The Humana Charity Crafters, a group of primarily senior women who quilt, knit and crochet clothes and blankets for donation, gathered in Henderson on July 14 to make their biannual donation of handmade items.

Gathered at the Humana building, 1000 N. Green Valley Parkway, they gifted 220 quilts and afghans to Fisher House, and nonprofit that helps military families, and the VA Medical Center in North Las Vegas. Health-insurer Humana provided food and drinks while guest speakers thanked the women for their contribution.

While being formally congratulated for their efforts, the ladies quietly kept up work on their next donation.

“I used to come here every day,” said Mary Munoz, 74, one of the two founding quilters of the Humana Charity Crafters. “I do maybe two (quilts) every month because I have other things going on. But we joke, “OK, everyone who doesn’t have a husband, you can do more.’”

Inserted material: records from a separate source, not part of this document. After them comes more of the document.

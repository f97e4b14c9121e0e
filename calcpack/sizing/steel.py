"""Steel sizing by search over the AISC Shapes Database: the lightest W (or other I-family) beam
that passes AISC 360-16 §F2/§G2 for every combination, with deflection limits.

The beam's moments and shears are those of the analysis given (``demand``); they do not depend on
the section when the beam is prismatic on rigid supports (the analysis is then statically the
same for any EI). Deflections do: for each candidate they are the analysed ones scaled by
EI_analysis / (E·I_x,candidate), which holds for the same beams. A beam with stiffness segments
or spring supports is refused (its forces would change with the section: re-analyse per
candidate with :func:`calcpack.sizing.lightest_sections` and a trial of your own).

The self-weight in the analysis is the one you assumed; a candidate heavier than
``self_weight_assumed`` is flagged (its governing text says so) so that the chosen section can be
re-analysed with its own weight.
"""

from __future__ import annotations

from collections.abc import Mapping, Sequence
from dataclasses import dataclass, replace
from typing import Any, Literal

from calcpack.checks.aisc360.beam import (
    BeamCase,
    CombinedDemand,
    check_beam_case,
    prepare_demand,
)
from calcpack.checks.aisc360.shape import E_STEEL
from calcpack.checks.base import MemberChecks
from calcpack.checks.demand import as_combinations, max_abs
from calcpack.checks.elastic import check_deflection
from calcpack.errors import InputError, OutOfScopeError
from calcpack.sections.aisc_database import (
    SHAPE_TYPES,
    SteelShape,
    aisc_shape,
    aisc_shape_names,
)
from calcpack.sizing.search import Candidate, Order, SearchSpace, SizingResult
from calcpack.units import Quantity, require
from calcpack.validate import one_of

__all__ = [
    "DeflectionLimit",
    "aisc_beam_space",
    "aisc_candidates",
    "flag_heavier",
    "lightest_aisc_beam",
]

#: resistance factor and safety factor of AISC 360-16 §F1 used by the plastic-moment screen
PHI_B = 0.90
OMEGA_B = 1.67

IFamily = Literal["W", "M", "S", "HP"]
I_FAMILIES: tuple[str, ...] = ("W", "M", "S", "HP")


@dataclass(frozen=True)
class DeflectionLimit:
    """A deflection limit to meet: the service results (one result, a mapping or combined
    results, analysed with some EI), the span the limit refers to, the ratio (360 for span/360)
    and a label ("live", "total"). ``ref`` names the limit's source."""

    demand: Any
    span: Quantity
    limit: float = 360.0
    label: str = "live"
    ref: str = "span/limit (usual building-code limit, e.g. IBC Table 1604.3)"


def check_service_results(deflections: Sequence[DeflectionLimit], EI_ref: Quantity) -> None:
    """Refuse deflection limits whose service results are not of the beam the strength results
    come from (analysed with the same E·I): the search scales deflections by E·I alone.

    Raises:
        InputError: a span that is not a positive length, or results analysed with another EI.
    """
    for d in deflections:
        require(d.span, "[length]", "span", positive=True)
        if prismatic_stiffness(as_combinations(d.demand)) != EI_ref:
            raise InputError(
                f"The {d.label} deflection results were analysed with a different EI from the "
                "strength results; analyse both with the same beam",
                name="deflections",
                value=d.label,
                expected="results of the same beam",
            )


def scaled_deflection_checks(
    deflections: Sequence[DeflectionLimit], factor: float, member: str
) -> list[MemberChecks]:
    """The deflection checks of a candidate whose stiffness is ``1/factor`` times that of the
    analysis (deflections of a prismatic beam on rigid supports scale with 1/(E·I))."""
    out = []
    for d in deflections:
        res = as_combinations(d.demand)
        out.append(
            check_deflection(
                member=member,
                demand={name: r.scaled(factor) for name, r in res.items()},
                span=d.span,
                limit=d.limit,
                label=d.label,
                ref=d.ref,
            )
        )
    return out


def _nominal_depth(designation: str) -> int:
    body = designation.lstrip("WMSHP")
    return int(body.split("X")[0].split(".")[0])


def _depth(shape: SteelShape) -> Quantity | None:
    for name in ("d", "Ht", "OD"):
        if shape.has(name):
            return shape[name]
    return None


def aisc_candidates(
    family: str = "W", *, nominal_depth: int | Sequence[int] | None = None
) -> list[Candidate[SteelShape]]:
    """The shapes of one type of the AISC Shapes Database as search candidates, weighed by
    their tabulated weight per foot, with their depth (d, or Ht for rectangular HSS, OD for
    round HSS and pipe).

    Args:
        family: a shape type of the database: "W", "M", "S", "HP" (I-shapes, the families
            :func:`lightest_aisc_beam` accepts), or "HSS", "HSS round", "PIPE", "C", "MC",
            "L", "WT"...
        nominal_depth: for I-shapes only, keep these nominal depths (e.g. 12 or [10, 12]; the
            number after the family letters in the designation, in inches).
    """
    one_of("family", family, SHAPE_TYPES)
    wanted: set[int] | None = None
    if nominal_depth is not None:
        one_of("family (with nominal_depth)", family, I_FAMILIES)
        wanted = {nominal_depth} if isinstance(nominal_depth, int) else set(nominal_depth)
    out: list[Candidate[SteelShape]] = []
    for name in aisc_shape_names(family):
        if wanted is not None and _nominal_depth(name) not in wanted:
            continue
        s = aisc_shape(name)
        out.append(Candidate(name, s["W"], s, _depth(s)))
    if not out:
        raise InputError(
            f"No {family}-shape of nominal depth {nominal_depth} in the AISC Shapes Database",
            name="nominal_depth",
            value=nominal_depth,
            expected=f"a nominal depth of the {family} family",
        )
    return out


def prismatic_stiffness(results: Mapping[str, Any]) -> Quantity:
    """The single EI of an analysed beam (results by combination); refuses stiffness segments
    and spring supports, whose forces would change with the section."""
    first = next(iter(results.values()))
    beam = first.beam
    if any(getattr(s, "kind", "") == "spring" for s in beam.supports):
        raise OutOfScopeError(
            f"Beam {beam.name} has spring supports: its forces depend on the section, so the "
            "search cannot reuse one analysis (use lightest_sections with your own trial)"
        )
    if not isinstance(beam.EI, Quantity):
        raise OutOfScopeError(
            f"Beam {beam.name} is not prismatic (EI given by segments or not given): the search "
            "scales deflections by EI and needs one EI (use lightest_sections with your own trial)"
        )
    return beam.EI


def aisc_beam_space(
    demand: Any,
    *,
    Fy: Quantity,
    method: Literal["LRFD", "ASD"] = "LRFD",
    braces: Sequence[Quantity] | None = None,
    continuous_bracing: bool = False,
    deflections: Sequence[DeflectionLimit] = (),
    family: IFamily = "W",
    nominal_depth: int | Sequence[int] | None = None,
    E: Quantity = E_STEEL,
    member: str = "B1",
    material: str = "",
    shapes: Sequence[str] | None = None,
) -> SearchSpace[SteelShape]:
    """The search space of :func:`lightest_aisc_beam` (same arguments): the shapes of
    ``family``, the plastic-moment screen and the trial (check_aisc_beam and the deflection
    limits scaled to the shape's I_x), which checks every shape against the demand read once
    (:func:`calcpack.checks.aisc360.prepare_demand`: the same results as
    :func:`calcpack.check_aisc_beam` with ``demand=``). ``space.check(aisc_shape("W10X12"))``
    checks one shape exactly as the search does. ``material`` names the steel on the sheet
    ("ASTM A992"); ``shapes`` limits the candidates to these designations (e.g. the one on a
    sheet)."""
    one_of("method", method, ("LRFD", "ASD"))
    one_of("family", family, I_FAMILIES)
    require(Fy, "[pressure]", "Fy", positive=True)
    require(E, "[pressure]", "E", positive=True)
    combos = as_combinations(demand)
    EI_ref = prismatic_stiffness(combos)
    check_service_results(deflections, EI_ref)
    M_max = max(max_abs(r, "moment")[0] for r in combos.values())

    def screen(shape: SteelShape) -> str | None:
        Mp = (Fy * shape["Zx"]).to("kip*ft")
        cap = PHI_B * Mp if method == "LRFD" else Mp / OMEGA_B
        if cap < M_max:
            what = "φ_b·M_p" if method == "LRFD" else "M_p/Ω_b"
            return (
                f"{what} = {cap:.4g~P} < {M_max.to('kip*ft'):.4g~P} (plastic-moment bound, "
                "AISC 360-16 §F2.1)"
            )
        return None

    # the moments on every unbraced segment and the largest shear are the section's whatever
    # the section (prismatic beam on rigid supports): read them once, not once per candidate
    prepared = prepare_demand(
        CombinedDemand(demand, tuple(braces or ())),
        method=method,
        continuous_bracing=continuous_bracing,
    )

    def trial(shape: SteelShape) -> list[MemberChecks]:
        case = BeamCase(
            shape.ishape(),
            Fy,
            prepared,
            E,
            method,
            member,
            continuous_bracing,
            material,
        )
        out = [check_beam_case(case)]
        factor = float((EI_ref / (E * shape["Ix"])).to("").magnitude)
        out += scaled_deflection_checks(deflections, factor, member)
        return out

    if shapes is not None:
        picked = [aisc_shape(n) for n in shapes]
        cands = tuple(Candidate(s.designation, s["W"], s, _depth(s)) for s in picked)
    else:
        cands = tuple(aisc_candidates(family, nominal_depth=nominal_depth))
    return SearchSpace(cands, trial, screen)


def lightest_aisc_beam(
    demand: Any,
    *,
    Fy: Quantity,
    method: Literal["LRFD", "ASD"] = "LRFD",
    braces: Sequence[Quantity] | None = None,
    continuous_bracing: bool = False,
    deflections: Sequence[DeflectionLimit] = (),
    family: IFamily = "W",
    nominal_depth: int | Sequence[int] | None = None,
    max_depth: Quantity | None = None,
    self_weight_assumed: Quantity | None = None,
    E: Quantity = E_STEEL,
    member: str = "B1",
    count: int = 5,
    order: Order = "weight",
) -> SizingResult:
    """The lightest shapes of ``family`` that pass :func:`calcpack.check_aisc_beam` (AISC 360-16
    §F2 flexure with the bracing given, §G2 shear) for every combination of ``demand``, and
    every deflection limit.

    Args:
        demand: combined strength results (LRFD) or allowable-stress results (ASD) of a
            prismatic beam on rigid supports.
        Fy: specified minimum yield stress. method: "LRFD" or "ASD".
        braces, continuous_bracing: the compression-flange bracing, as for check_aisc_beam.
        deflections: limits to meet (deflections scaled to each candidate's I_x).
        family, nominal_depth: the candidates (see :func:`aisc_candidates`); max_depth: the
            deepest section allowed. order: "weight" (lightest first) or "depth".
        self_weight_assumed: the self-weight per length in the analysis; heavier candidates are
            flagged for re-analysis.
        count: how many passing shapes to return.

    Returns:
        SizingResult: passing shapes (lightest first) with their governing check and
        utilisation, the next lighter shape with the check it fails, or the closest if none.

    Raises:
        OutOfScopeError: a beam with springs or stiffness segments.
        InputError: bad method, family, depth limit or units.
    """
    if self_weight_assumed is not None:
        require(self_weight_assumed, "[force] / [length]", "self_weight_assumed")
    space = aisc_beam_space(
        demand, Fy=Fy, method=method, braces=braces, continuous_bracing=continuous_bracing,
        deflections=deflections, family=family, nominal_depth=nominal_depth, E=E, member=member,
    )  # fmt: skip
    result = space.search(count=count, order=order, max_depth=max_depth)
    if self_weight_assumed is None:
        return result
    return flag_heavier(result, self_weight_assumed)


def flag_heavier(result: SizingResult, assumed: Quantity) -> SizingResult:
    """Flag the candidates heavier than the self-weight the analysis assumed (re-analyse)."""

    def flag(t: Any) -> Any:
        if t is None or t.weight <= assumed:
            return t
        note = f"; heavier than the {assumed.to('lbf/ft'):.3g~P} self-weight analysed: re-analyse"
        return replace(t, governing=t.governing + note)

    return replace(
        result,
        passing=tuple(flag(t) for t in result.passing),
        next_lighter=flag(result.next_lighter),
        closest=flag(result.closest),
        tried=tuple(flag(t) for t in result.tried),
    )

The knitting group formed in 2009, a year after the opening of the Henderson Humana building. The group began with two ladies crocheting in the lobby for fun and quickly evolved into more than 50 crafters between Humana’s two sites; another knitting group meets at the Summerlin location, 8885 W. Charleston Blvd.

“As they started working together in the lobby, I was thinking, ‘What are we going to do with these things?’” said Rhonda Mayland, Humana’s guidance center coordinator. “Then I remembered my mother who used to make lapghans for nursing homes.”

The Henderson knitting group meets from 1-3:30 p.m. on Fridays to knit with materials supplied by the Humana staff. After months of working their needles, the group will determine if they have enough to donate to charity. The women then decide on two charities to give to.

Humana’s director of sales and marketing, Dixon Keller, said the knitting group was a “grass-roots effort.”

“It was born here and now has grown nationwide,” Keller said. “The word got out to the rest of the country and other parts of Humana.”

Since 2009, the Henderson location has collected hundreds of thousands of pounds of clothing for veterans, Keller said.

Several of the Humana Charity Crafters’ offerings this months were red, white and blue in honor of the Fourth of July. Many of the women are mothers, aunts or wives to veterans or former veterans. It typically takes a week to a month to finish an item.

“This beautiful work is so appreciated by our veteran patients,” said Karen Cinnamon, voluntary services chief for North Las Vegas’ VA Medical Center.

They ladies previously have donated to the American Cancer Society, the American Heart Association, U.S. VETS-Las Vegas, Ronald McDonald House and senior homes.

The oldest member of the Humana Charity Crafters, Lillian DuPlessis, 91, finishes two or three a month. Originally from New Orleans, DuPlessis started coming to Humana in 2012 after her husband died.

“I used to do it when I was younger, but when I came here, I had forgotten about me crocheting when I was younger,” DuPlessis said.

Munoz helped DuPlessis by teaching her several crocheting patterns. Now she’s one of the fastest in the group, Munoz said.

“I know all the designs, but there’s one I find very easy, so that’s the one I work on,” DuPlessis said laughing.